● Problem description
Using the material below, return exactly the lines between the one holding "Optional<String> meaning = named(elementType, name);" and the one holding "where.add(new Definition(shown, meaning.get()));", inclusive, and no others.

Top of Extracted records

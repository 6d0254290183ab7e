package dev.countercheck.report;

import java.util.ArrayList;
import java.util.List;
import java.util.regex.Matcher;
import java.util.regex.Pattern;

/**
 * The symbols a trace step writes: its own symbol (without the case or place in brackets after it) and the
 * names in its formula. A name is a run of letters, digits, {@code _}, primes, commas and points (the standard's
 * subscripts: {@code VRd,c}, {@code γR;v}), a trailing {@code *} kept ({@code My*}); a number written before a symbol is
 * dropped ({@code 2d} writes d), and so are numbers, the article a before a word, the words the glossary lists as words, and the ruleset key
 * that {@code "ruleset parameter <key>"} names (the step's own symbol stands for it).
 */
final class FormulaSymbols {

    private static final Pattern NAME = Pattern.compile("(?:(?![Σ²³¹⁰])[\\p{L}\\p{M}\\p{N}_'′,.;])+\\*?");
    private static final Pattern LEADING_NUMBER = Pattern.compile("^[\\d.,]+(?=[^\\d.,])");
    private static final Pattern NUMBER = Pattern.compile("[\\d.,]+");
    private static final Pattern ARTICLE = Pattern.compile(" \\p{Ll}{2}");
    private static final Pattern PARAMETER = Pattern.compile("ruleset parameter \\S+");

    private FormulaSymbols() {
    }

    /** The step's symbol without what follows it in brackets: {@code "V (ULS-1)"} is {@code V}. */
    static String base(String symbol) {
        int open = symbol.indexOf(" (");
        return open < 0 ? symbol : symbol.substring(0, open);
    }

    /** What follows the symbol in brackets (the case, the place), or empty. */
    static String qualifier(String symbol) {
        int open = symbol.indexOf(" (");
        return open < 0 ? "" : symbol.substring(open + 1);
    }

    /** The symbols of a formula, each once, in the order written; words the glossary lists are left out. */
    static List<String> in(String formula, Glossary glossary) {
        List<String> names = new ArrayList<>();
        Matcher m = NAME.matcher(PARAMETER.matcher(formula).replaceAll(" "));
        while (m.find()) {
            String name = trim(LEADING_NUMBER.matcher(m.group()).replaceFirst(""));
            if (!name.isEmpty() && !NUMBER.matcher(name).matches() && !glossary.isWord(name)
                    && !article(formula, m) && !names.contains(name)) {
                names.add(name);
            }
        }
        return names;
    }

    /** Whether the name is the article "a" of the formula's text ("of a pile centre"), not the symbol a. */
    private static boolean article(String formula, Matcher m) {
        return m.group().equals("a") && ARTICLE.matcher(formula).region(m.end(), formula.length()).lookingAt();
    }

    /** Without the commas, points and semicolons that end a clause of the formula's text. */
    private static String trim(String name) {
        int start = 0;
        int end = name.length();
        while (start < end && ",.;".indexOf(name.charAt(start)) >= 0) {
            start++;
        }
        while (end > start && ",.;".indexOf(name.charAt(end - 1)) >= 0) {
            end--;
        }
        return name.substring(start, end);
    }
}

Bottom of Extracted records
Top of Extracted records

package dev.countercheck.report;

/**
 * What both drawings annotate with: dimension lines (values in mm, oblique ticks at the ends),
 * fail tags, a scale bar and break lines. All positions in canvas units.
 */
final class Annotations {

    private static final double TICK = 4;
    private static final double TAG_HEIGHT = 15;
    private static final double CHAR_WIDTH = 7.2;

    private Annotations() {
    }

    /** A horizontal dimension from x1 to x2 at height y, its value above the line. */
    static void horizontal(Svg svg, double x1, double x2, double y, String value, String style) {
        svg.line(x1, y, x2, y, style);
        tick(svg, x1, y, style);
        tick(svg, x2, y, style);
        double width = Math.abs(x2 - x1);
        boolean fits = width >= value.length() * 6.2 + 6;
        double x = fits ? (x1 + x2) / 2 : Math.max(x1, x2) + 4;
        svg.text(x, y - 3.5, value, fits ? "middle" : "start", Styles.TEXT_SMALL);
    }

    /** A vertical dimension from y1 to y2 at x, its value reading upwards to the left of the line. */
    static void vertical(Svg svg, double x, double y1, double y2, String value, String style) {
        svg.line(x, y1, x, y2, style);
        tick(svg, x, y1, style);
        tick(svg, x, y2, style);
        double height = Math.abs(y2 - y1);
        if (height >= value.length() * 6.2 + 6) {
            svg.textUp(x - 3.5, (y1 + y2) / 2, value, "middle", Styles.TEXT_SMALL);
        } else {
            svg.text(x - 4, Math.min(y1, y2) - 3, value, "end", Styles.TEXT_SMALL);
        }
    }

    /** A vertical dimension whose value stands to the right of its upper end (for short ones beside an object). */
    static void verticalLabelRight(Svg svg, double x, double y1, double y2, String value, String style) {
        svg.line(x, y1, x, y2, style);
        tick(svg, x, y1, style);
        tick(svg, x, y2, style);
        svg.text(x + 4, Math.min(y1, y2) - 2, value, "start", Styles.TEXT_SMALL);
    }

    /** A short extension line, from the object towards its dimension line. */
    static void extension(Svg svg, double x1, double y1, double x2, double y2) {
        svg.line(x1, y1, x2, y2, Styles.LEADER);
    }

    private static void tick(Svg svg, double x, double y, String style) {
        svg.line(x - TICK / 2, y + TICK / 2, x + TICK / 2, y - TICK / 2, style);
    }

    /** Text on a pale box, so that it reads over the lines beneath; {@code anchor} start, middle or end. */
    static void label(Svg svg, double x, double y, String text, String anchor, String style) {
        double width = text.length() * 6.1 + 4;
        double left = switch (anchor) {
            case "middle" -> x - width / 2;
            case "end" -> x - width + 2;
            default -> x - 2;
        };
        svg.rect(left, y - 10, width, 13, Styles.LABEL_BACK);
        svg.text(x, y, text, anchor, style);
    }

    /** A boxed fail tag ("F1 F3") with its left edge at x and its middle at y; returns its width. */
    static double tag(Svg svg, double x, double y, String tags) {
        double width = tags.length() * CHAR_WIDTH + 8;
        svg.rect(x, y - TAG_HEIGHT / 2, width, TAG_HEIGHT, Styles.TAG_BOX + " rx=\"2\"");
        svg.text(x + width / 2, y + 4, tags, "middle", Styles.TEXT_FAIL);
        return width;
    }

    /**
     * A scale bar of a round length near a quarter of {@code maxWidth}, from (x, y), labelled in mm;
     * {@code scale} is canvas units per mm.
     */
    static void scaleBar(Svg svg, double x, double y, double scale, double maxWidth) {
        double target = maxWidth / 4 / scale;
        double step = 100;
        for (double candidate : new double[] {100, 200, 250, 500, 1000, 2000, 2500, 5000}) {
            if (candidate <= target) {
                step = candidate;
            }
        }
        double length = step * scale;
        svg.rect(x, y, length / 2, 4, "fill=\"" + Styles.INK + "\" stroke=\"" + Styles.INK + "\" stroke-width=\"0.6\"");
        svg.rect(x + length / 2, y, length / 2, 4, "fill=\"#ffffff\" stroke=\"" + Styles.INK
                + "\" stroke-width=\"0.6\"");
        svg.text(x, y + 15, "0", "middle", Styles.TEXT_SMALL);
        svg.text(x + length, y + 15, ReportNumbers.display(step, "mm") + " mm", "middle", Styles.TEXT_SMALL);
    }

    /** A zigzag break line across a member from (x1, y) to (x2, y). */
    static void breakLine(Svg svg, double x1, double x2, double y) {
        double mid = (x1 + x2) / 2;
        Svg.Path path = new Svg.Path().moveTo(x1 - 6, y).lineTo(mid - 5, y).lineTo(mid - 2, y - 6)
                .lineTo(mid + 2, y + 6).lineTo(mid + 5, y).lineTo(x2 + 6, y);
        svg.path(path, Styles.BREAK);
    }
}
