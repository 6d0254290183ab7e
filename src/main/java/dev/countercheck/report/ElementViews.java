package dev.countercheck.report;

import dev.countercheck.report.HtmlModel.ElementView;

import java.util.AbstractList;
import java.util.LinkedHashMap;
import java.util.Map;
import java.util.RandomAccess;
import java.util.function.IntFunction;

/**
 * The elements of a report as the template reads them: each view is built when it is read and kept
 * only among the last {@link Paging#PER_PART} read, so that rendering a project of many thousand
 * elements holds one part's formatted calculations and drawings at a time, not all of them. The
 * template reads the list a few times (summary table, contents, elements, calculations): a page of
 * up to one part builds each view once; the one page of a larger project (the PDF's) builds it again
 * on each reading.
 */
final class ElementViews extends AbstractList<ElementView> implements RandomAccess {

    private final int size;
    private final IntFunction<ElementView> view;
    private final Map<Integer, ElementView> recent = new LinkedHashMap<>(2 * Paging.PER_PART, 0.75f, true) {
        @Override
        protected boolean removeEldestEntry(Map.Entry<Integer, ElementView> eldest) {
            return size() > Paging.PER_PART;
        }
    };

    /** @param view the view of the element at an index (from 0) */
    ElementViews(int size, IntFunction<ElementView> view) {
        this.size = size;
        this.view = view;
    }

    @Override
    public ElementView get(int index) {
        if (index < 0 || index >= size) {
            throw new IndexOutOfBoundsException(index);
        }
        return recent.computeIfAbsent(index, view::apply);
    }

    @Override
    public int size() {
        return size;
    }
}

Bottom of Extracted records
Top of Extracted records

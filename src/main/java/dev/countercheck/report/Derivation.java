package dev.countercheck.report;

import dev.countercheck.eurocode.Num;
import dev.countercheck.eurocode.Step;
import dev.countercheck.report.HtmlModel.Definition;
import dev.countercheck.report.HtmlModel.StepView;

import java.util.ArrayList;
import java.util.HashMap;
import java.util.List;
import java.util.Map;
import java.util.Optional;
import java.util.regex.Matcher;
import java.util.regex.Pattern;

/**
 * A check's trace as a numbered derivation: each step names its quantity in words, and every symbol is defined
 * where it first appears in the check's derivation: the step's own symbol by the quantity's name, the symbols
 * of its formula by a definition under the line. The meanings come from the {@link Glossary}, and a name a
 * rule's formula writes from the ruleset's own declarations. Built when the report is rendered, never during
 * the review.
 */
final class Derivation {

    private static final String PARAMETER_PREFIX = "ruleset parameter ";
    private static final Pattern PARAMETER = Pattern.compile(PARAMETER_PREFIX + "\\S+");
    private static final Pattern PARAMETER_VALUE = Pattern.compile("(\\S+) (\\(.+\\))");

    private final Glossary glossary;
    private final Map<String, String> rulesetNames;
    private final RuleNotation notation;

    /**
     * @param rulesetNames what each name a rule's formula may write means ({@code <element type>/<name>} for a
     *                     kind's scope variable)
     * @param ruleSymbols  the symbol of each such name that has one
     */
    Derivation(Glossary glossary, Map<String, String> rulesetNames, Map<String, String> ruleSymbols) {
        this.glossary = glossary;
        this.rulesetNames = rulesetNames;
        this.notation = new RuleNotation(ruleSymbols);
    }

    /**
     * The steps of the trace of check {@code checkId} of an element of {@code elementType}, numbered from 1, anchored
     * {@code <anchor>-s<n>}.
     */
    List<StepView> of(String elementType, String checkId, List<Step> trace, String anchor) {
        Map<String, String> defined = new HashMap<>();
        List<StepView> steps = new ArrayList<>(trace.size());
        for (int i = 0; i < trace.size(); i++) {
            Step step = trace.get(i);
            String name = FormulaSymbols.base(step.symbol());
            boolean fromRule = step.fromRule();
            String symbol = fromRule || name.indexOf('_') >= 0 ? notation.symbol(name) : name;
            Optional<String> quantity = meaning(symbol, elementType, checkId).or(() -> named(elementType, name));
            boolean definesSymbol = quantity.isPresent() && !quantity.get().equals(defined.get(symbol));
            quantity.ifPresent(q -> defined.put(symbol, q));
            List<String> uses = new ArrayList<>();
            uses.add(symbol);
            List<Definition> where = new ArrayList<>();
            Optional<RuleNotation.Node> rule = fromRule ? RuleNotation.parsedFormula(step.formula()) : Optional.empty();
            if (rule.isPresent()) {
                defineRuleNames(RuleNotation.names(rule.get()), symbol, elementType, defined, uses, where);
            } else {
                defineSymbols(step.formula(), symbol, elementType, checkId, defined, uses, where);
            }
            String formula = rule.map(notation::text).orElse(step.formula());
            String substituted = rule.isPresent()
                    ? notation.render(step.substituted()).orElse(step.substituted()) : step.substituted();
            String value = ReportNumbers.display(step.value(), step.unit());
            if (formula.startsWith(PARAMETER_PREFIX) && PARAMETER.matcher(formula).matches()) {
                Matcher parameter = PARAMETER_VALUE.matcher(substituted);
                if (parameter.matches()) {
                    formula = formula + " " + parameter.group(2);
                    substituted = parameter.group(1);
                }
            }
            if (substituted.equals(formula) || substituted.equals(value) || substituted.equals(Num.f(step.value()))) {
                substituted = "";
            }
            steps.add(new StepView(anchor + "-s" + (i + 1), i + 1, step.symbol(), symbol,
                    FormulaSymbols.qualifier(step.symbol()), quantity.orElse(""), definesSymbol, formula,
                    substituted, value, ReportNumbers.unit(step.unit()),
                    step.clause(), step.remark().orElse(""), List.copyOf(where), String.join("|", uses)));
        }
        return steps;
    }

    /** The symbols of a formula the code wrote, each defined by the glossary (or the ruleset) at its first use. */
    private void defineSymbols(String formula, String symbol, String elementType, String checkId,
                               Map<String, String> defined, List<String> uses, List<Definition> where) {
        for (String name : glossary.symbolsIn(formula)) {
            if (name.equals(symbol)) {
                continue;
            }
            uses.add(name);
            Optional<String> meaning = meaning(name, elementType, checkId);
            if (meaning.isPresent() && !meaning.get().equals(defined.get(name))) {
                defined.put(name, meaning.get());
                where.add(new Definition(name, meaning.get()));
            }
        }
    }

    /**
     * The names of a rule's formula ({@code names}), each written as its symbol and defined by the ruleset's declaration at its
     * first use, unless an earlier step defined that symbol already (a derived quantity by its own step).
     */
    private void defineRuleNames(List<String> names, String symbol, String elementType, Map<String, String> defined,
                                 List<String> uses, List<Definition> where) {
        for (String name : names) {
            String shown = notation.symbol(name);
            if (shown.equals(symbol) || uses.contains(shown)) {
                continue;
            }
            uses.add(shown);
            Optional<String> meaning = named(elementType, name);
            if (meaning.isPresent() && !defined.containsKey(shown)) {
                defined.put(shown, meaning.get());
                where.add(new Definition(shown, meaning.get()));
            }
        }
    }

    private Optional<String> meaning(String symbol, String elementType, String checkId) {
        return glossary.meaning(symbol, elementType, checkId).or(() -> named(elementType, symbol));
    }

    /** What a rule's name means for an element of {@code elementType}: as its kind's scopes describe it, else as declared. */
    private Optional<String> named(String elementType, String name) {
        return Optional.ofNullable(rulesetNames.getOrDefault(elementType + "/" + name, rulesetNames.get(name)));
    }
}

Bottom of Extracted records

● Written answer
            Optional<String> meaning = named(elementType, name);
            if (meaning.isPresent() && !defined.containsKey(shown)) {
                defined.put(shown, meaning.get());
                where.add(new Definition(shown, meaning.get()));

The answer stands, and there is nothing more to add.